Information supplied
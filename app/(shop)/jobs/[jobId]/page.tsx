import type { Metadata } from "next";
import { formatDay } from "@/lib/dates";
import Link from "next/link";
import { notFound } from "next/navigation";
import { z } from "zod";
import { getDb } from "@/db/client";
import { eq } from "drizzle-orm";
import { engineSpecs } from "@/db/schema";
import { getJob, headSummary, seatCurves } from "@/db/queries/jobs";
import { SeatMap, DEFAULT_SETTLED_THRESHOLD_DB } from "@/components/heads/seat-map";
import { ApproveSettledForm } from "@/components/review/approve-settled-form";
import { seatVerdicts } from "./report/seat-verdicts";
import type { SeatVerdict } from "@/lib/audio";
import { shortfallText } from "@/lib/bench/done-checks";
import { JobStatusActions } from "@/components/jobs/job-status-actions";
import { ValveList, type ValveRow } from "@/components/jobs/valve-list";
import { Cautions } from "@/components/sheets/cautions";
import { SpecFigureForm } from "@/components/specs/spec-forms";
import { HeadReviewPanel } from "@/components/review/head-review-panel";
import { SeatReviewPanel } from "@/components/review/seat-review-panel";
import { getReviews, getUnapprovedSeatCodes } from "@/db/queries/reviews";
import { effectiveSpecs } from "@/lib/specs/effective";
import { getJobDoneChecks } from "@/lib/bench/done-checks";
import { SPEC_KEYS } from "@/lib/specs/keys";
import { unitLabel } from "@/lib/specs/units";
import { requireActor } from "@/lib/auth/guard";
import { can } from "@/lib/auth/roles";
import { seatCode } from "@/lib/heads/layout";
import { JOB_STATUS_LABELS, JOB_STATUS_TONES } from "@/lib/labels";
import { auditStartedAt, unfinishedWork } from "@/lib/jobs/hand-in";
import { allowedMoves, isClosed } from "@/lib/jobs/lifecycle";
import { Fact } from "@/components/ui/fact";
import { CustomerLinkList } from "@/components/report/customer-link-list";
import { headCompleteness, PHOTO_RULE } from "@/lib/review/completeness";
import { listCustomerLinks } from "@/lib/report/customer-links";
import { getShopTimeZone } from "@/db/queries/shops";
import { formatWhen } from "@/lib/dates";
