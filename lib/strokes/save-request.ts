// POST /api/sessions/{sessionId}/strokes, the busiest request the app answers: every phone at the
// bench sends each stroke as it is heard, and a phone catching up after an outage sends up to 500
// at once. Top-down: parse → authorise → write the batch (with the saves that arrived meanwhile)
// → judge the seats → answer. The signed-in check is here; the role, the session version and the
// session's own rules are checked against the database inside the batch (batch.ts), so a role
// changed since sign-in applies at once.
import { NextResponse } from "next/server";
import { getDb } from "@/db/client";
import { sessionUser } from "@/lib/auth/guard";
import { errorResponse, UnauthorizedError } from "@/lib/errors";
import { isUuid, parseId, readJson } from "@/lib/http";
import { strokeBatchSchema } from "@/lib/validations/bench";
import { strokeQueueFor } from "./queue";

/** Who the request's session says is signed in; the users table has the last word. */
export type SignedIn = () => Promise<{ id: string; sv?: number } | null>;

/**
 * Saves one or more strokes; a stroke already saved under its clientId is counted as a duplicate.
 * 201 when something new was stored, 200 when everything was a resend.
 */
export async function answerStrokeSave(req: Request, rawSessionId: string, signedIn: SignedIn = sessionUser): Promise<Response> {
  try {
    const user = await signedIn();
    // A session naming no well-formed user id is not a session of ours.
    if (!user || !isUuid(user.id)) throw new UnauthorizedError();
    const sessionId = parseId(rawSessionId, "sessionId");
    const { strokes } = await readJson(req, strokeBatchSchema);
    const result = await strokeQueueFor(await getDb()).submit({ userId: user.id, sessionVersion: user.sv ?? 0, sessionId, strokes });
    return NextResponse.json(result, { status: result.accepted > 0 ? 201 : 200 });
  } catch (err) {
    return errorResponse(err);
  }
}
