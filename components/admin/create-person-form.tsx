"use client";

import { zodResolver } from "@hookform/resolvers/zod";
import { useState, useTransition } from "react";
import { useForm } from "react-hook-form";
import { createUser } from "@/lib/actions/users";
import { ROLE_LABELS } from "@/lib/auth/roles";
import { ROLES } from "@/lib/validations/auth";
import { createUserSchema, type CreateUserInput } from "@/lib/validations/users";

const field = "min-h-12 rounded-lg border border-stone-400 bg-white px-3 text-base";

export function CreatePersonForm() {
  const [pending, startTransition] = useTransition();
  const [result, setResult] = useState<{ ok: boolean; message: string } | null>(null);
  const {
    register,
    handleSubmit,
    reset,
    setError,
    formState: { errors },
  } = useForm<CreateUserInput>({
    resolver: zodResolver(createUserSchema),
    defaultValues: { name: "", email: "", role: "technician", password: "" },
  });

  const onSubmit = handleSubmit((values) =>
    startTransition(async () => {
      const state = await createUser(values);
      for (const [key, messages] of Object.entries(state.fieldErrors)) {
        if (key in values) setError(key as keyof CreateUserInput, { message: messages[0] });
      }
      setResult(state.message ? { ok: state.ok, message: state.message } : null);
      if (state.ok) reset();
    }),
  );

  const err = (name: keyof CreateUserInput) =>
    errors[name] ? (
      <p id={`new-${name}-error`} className="text-sm text-rose-700" aria-live="polite">
        {errors[name]?.message}
      </p>
    ) : null;

  return (
    <form onSubmit={onSubmit} noValidate className="grid grid-cols-1 gap-3 sm:grid-cols-2">
      <label className="flex flex-col gap-1 font-semibold">
        Name
        <input className={field} autoComplete="off" aria-describedby="new-name-error" {...register("name")} />
        {err("name")}
      </label>
      <label className="flex flex-col gap-1 font-semibold">
        E-mail
        <input className={field} type="email" autoComplete="off" aria-describedby="new-email-error" {...register("email")} />
        {err("email")}
      </label>
      <label className="flex flex-col gap-1 font-semibold">
        Role
        <select className={field} {...register("role")}>
          {ROLES.map((r) => (
            <option key={r} value={r}>
              {ROLE_LABELS[r]}
            </option>
          ))}
        </select>
      </label>
      <label className="flex flex-col gap-1 font-semibold">
        First password
        <input className={field} type="password" autoComplete="new-password" aria-describedby="new-password-hint new-password-error" {...register("password")} />
        <span id="new-password-hint" className="text-sm font-normal text-stone-600">
          At least 10 characters; a short sentence works well. Not a common password, and not the person&apos;s name or e-mail.
        </span>
        {err("password")}
      </label>
      <div className="flex flex-wrap items-center gap-3 sm:col-span-2">
        <button type="submit" disabled={pending} className="min-h-12 rounded-lg bg-ink px-5 font-semibold text-white disabled:opacity-60">
          {pending ? "Adding…" : "Add person"}
        </button>
        <p aria-live="polite" className={result?.ok ? "text-emerald-800" : "text-rose-700"}>
          {result?.message}
        </p>
      </div>
    </form>
  );
}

Task statement
Your output should be an exact copy of the lines from the top of the listing above to the line with "phone at the", both ends included.

Exercise solution
filename app/(shop)/jobs/[jobId]/page.tsx
import type { Metadata } from "next";
import { formatDay } from "@/lib/dates";
import Link from "next/link";
import { notFound } from "next/navigation";
import { z } from "zod";
import { getDb } from "@/db/client";
import { eq } from "drizzle-orm";
import { engineSpecs } from "@/db/schema";
import { getJob, headSummary, seatCurves } from "@/db/queries/jobs";
import { SeatMap, DEFAULT_SETTLED_THRESHOLD_DB } from "@/components/heads/seat-map";
import { ApproveSettledForm } from "@/components/review/approve-settled-form";
import { seatVerdicts } from "./report/seat-verdicts";
import type { SeatVerdict } from "@/lib/audio";
import { shortfallText } from "@/lib/bench/done-checks";
import { JobStatusActions } from "@/components/jobs/job-status-actions";
import { ValveList, type ValveRow } from "@/components/jobs/valve-list";
import { Cautions } from "@/components/sheets/cautions";
import { SpecFigureForm } from "@/components/specs/spec-forms";
import { HeadReviewPanel } from "@/components/review/head-review-panel";
import { SeatReviewPanel } from "@/components/review/seat-review-panel";
import { getReviews, getUnapprovedSeatCodes } from "@/db/queries/reviews";
import { effectiveSpecs } from "@/lib/specs/effective";
import { getJobDoneChecks } from "@/lib/bench/done-checks";
import { SPEC_KEYS } from "@/lib/specs/keys";
import { unitLabel } from "@/lib/specs/units";
import { requireActor } from "@/lib/auth/guard";
import { can } from "@/lib/auth/roles";
import { seatCode } from "@/lib/heads/layout";
import { JOB_STATUS_LABELS, JOB_STATUS_TONES } from "@/lib/labels";
import { auditStartedAt, unfinishedWork } from "@/lib/jobs/hand-in";
import { allowedMoves, isClosed } from "@/lib/jobs/lifecycle";
import { Fact } from "@/components/ui/fact";
import { CustomerLinkList } from "@/components/report/customer-link-list";
import { headCompleteness, PHOTO_RULE } from "@/lib/review/completeness";
import { listCustomerLinks } from "@/lib/report/customer-links";
import { getShopTimeZone } from "@/db/queries/shops";
import { formatWhen } from "@/lib/dates";
filename lib/strokes/save-request.ts
// POST /api/sessions/{sessionId}/strokes, the busiest request the app answers: every phone at the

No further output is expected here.